Other characteristics of the age were the ramp up in industrialization of food processing through developments in the canning and meat packing industries, a rise in food branding, transportation as well as a revolutionized approach to recipes.

Many of the early advertisements in the book are from Michigan State University’s Special Collections, which has an expansive number of historical cookbooks and food ephemera, donated by Haslett resident Shirley Sliker.

Veit said transportation, especially trains, helped bring food to people all over the country. This included imported food and food that could spoil easily, such as oysters.

“There is a myth that in the era people ate locally. It’s not true,” she said.

Refrigerated railroad cars were key in this.
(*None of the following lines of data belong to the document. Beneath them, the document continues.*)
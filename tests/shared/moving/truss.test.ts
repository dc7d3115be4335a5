import { describe, expect, it } from 'vitest';
import { analyse } from '../../../shared/engine/index.js';
import { ModelBuilder } from '../engine/builders.js';
import { addMoving, loadingIndex } from './helpers.js';

// Determinate Pratt truss, 4 panels of a = 3 m, depth h = 4 m, pin-jointed (truss members),
// in the XZ plane (Z up). Bottom chord L0..L4 is the lane; L0 pinned, L4 on a roller.
// m + r = 13 + 3 = 2j = 16: statically determinate, so influence lines follow from statics.
const a = 3, h = 4, d = Math.hypot(a, h); // d = 5
function pratt() {
  const b = new ModelBuilder({ planeNormal: 'Y' });
  for (let i = 0; i <= 4; i++) b.node(`L${i}`, i * a, 0, 0);
  for (let i = 1; i <= 3; i++) b.node(`U${i}`, i * a, 0, h);
  b.support('L0', 'ux uz').support('L4', 'uz');
  const t = { type: 'truss' as const };
  for (let i = 0; i < 4; i++) b.member(`B${i + 1}`, `L${i}`, `L${i + 1}`, t);
  b.member('T1', 'U1', 'U2', t).member('T2', 'U2', 'U3', t);
  b.member('E1', 'L0', 'U1', t).member('E2', 'U3', 'L4', t);
  for (let i = 1; i <= 3; i++) b.member(`V${i}`, `L${i}`, `U${i}`, t);
  b.member('D1', 'U1', 'L2', t).member('D2', 'U3', 'L2', t);
  return b;
}

// Closed-form influence lines (method of sections), unit load 1 N down at x along the bottom
// chord; R_A = 1 − x/4a, R_B = x/4a; the deck members carry the load to their end nodes as
// simple spans, so every ordinate is linear between panel points.
const RA = (x: number) => 1 - x / (4 * a), RB = (x: number) => x / (4 * a);
// B2 (L1–L2): section through panel 2, moments about U1: N = M_beam(a)/h,
// M_beam(a) = R_B·3a for x ≤ a, R_A·a for x ≥ a.
const ilB2 = (x: number) => (x <= a ? RB(x) * 3 * a : RA(x) * a) / h;
// T1 (U1–U2): moments about L2: N = −M_beam(2a)/h, M_beam(2a) = R_B·2a (x ≤ 2a), R_A·2a (x ≥ 2a).
const ilT1 = (x: number) => -(x <= 2 * a ? RB(x) * 2 * a : RA(x) * 2 * a) / h;
// D1 (U1–L2): vertical equilibrium of the part left of the cut in panel 2:
// N·h/d = V_panel2, V = −R_B for x ≤ a, R_A for x ≥ 2a, linear between (deck member B2).
const shear2 = (x: number) => (x <= a ? -RB(x) : x >= 2 * a ? RA(x) : -RB(a) + ((x - a) / a) * (RA(2 * a) + RB(a)));
const ilD1 = (x: number) => (shear2(x) * d) / h;
// V1 (L1–U1): joint L1 (collinear chords): N = load at L1 = 1 − |x − a|/a within a of L1.
const ilV1 = (x: number) => Math.max(0, 1 - Math.abs(x - a) / a);

describe('determinate truss: influence lines from statics', () => {
  const cases: [string, (x: number) => number][] = [['B2', ilB2], ['T1', ilT1], ['D1', ilD1], ['V1', ilV1]];
  for (const [id, il] of cases) {
    it(`axial force of ${id} follows the method of sections at every lane position`, () => {
      const m = addMoving(pratt(), [{ offset: 0, load: 1e5 }], ['B1', 'B2', 'B3', 'B4']).build();
      const r = analyse(m);
      const mi = m.members.findIndex((x) => x.id === id);
      const line = r.moving!.influenceLine(0, { member: mi, key: 'N', station: 0 });
      expect(line.s.length).toBeGreaterThan(40);
      for (let i = 0; i < line.s.length; i++) {
        // tolerance: 1e-9 of the largest ordinate (1 N)
        expect(Math.abs(line.value[i] - il(line.s[i]))).toBeLessThan(1e-9);
      }
    });
  }

  it('envelope of one axle equals the axle load times the extreme ordinates', () => {
    const P = 1e5;
    const m = addMoving(pratt(), [{ offset: 0, load: P }], ['B1', 'B2', 'B3', 'B4'], { step: 0.35 }).build();
    const r = analyse(m);
    const lmax = loadingIndex(r, 'LM', 'max'), lmin = loadingIndex(r, 'LM', 'min');
    const N = (id: string, l: number) => r.memberForces(m.members.findIndex((x) => x.id === id), l).N[0];
    // D1: max ordinate ilD1(2a) = R_A(2a)·d/h = 0.5·5/4 = 0.625; min ilD1(a) = −0.25·5/4 = −0.3125
    expect(N('D1', lmax) / P).toBeCloseTo(0.625, 9);
    expect(N('D1', lmin) / P).toBeCloseTo(-0.3125, 9);
    // T1: min −M(2a)/h = −(0.5·6)/4 = −0.75 with the load at L2; max 0 (never in tension)
    expect(N('T1', lmin) / P).toBeCloseTo(-0.75, 9);
    expect(N('T1', lmax) / P).toBeCloseTo(0, 9);
  });

  it('reports a lane that does not connect', () => {
    const m = addMoving(pratt(), [{ offset: 0, load: 1 }], ['B1', 'B3']).build();
    expect(() => analyse(m)).toThrow(/lane deck: member B3 does not connect/);
  });

  it('walks a lane whose members point against the direction of travel', () => {
    // the same deck listed from L4 back to L0: B4 is entered at L4 (its end not shared with B3)
    const m = addMoving(pratt(), [{ offset: 0, load: 1 }], ['B4', 'B3', 'B2', 'B1']).build();
    const r = analyse(m);
    const lane = r.moving!.lanes[0];
    expect(lane.length).toBeCloseTo(4 * a, 12);
    expect(lane.segments.map((g) => g.reversed)).toEqual([true, true, true, true]);
    const mi = m.members.findIndex((x) => x.id === 'B2');
    const line = r.moving!.influenceLine(0, { member: mi, key: 'N', station: 0 });
    // path position s runs from L4: x = 4a − s
    for (let i = 0; i < line.s.length; i++) expect(Math.abs(line.value[i] - ilB2(4 * a - line.s[i]))).toBeLessThan(1e-9);
  });
});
Refrigeration allowed a centralized meat processing industry to develop in Chicago and helped create massive fortunes for men like Gustavus Swift and Philip Armour.

The book states: “The changes in food distribution promised a sort of democracy of goods, in which even poor people would be able to buy plenty of fresh, luxurious food.”

Essays in the book underline how poor people in the gilded era in some ways ate the way we do today, on the go and with simple food that could be held in their hands and packed away in a pocket for lunch like the Yooper pasty favored by Cornwall miners.

The book also tells how male workers would often stop by the local saloon on the way to work to fortify themselves with a nickel beer.

And in the book, we find out there really was a “free lunch” — sort of.

During the Gilded Age, workers were enticed to visit saloons for a free lunch that according to a New York Times article from 1904 included “sliced onions and cucumbers, smothered with vinegar; sliced tomatoes, treated ditto; pickled beets, sauerkraut, potato salad, cold baked beans, liverwurst, bologna and smoked fish.”

Workers could access these salty, spiced and pickled delights by buying that “nickel beer.”

The “free lunch” would also provide ammunition to the growing temperance movement which saw the promotion as a way to get men to drink during the day.

Veit said the book also explores how in the late 19th century, the expansion of the print culture enabled a vast array of cookbooks and etiquette books to be published and readily available.

“Before these new recipe books, recipes were imprecise and usually contained no ingredient lists,” Veit said.

“Prior to cookbooks like the Boston Cooking School Cookbook, which was a national bestseller, people cooked from hand-written recipes or like poor people with no recipes at all,” Veit said.

The book also details the evolution of eating out and the rise of modern restaurants.

“The very best middle class restaurants were a step up from saloon food,” she said.

Early menus also show how the Gilded Age’s love of French became part and parcel of our food culture. The word “menu” itself is derived from a French word along with typical menu entries like “entrée.”

The book, the third in a series on American food published by the MSU Press, finishes up with a collection of recipes from the Golden Age. Many, like the classic potato salad, are still popular today.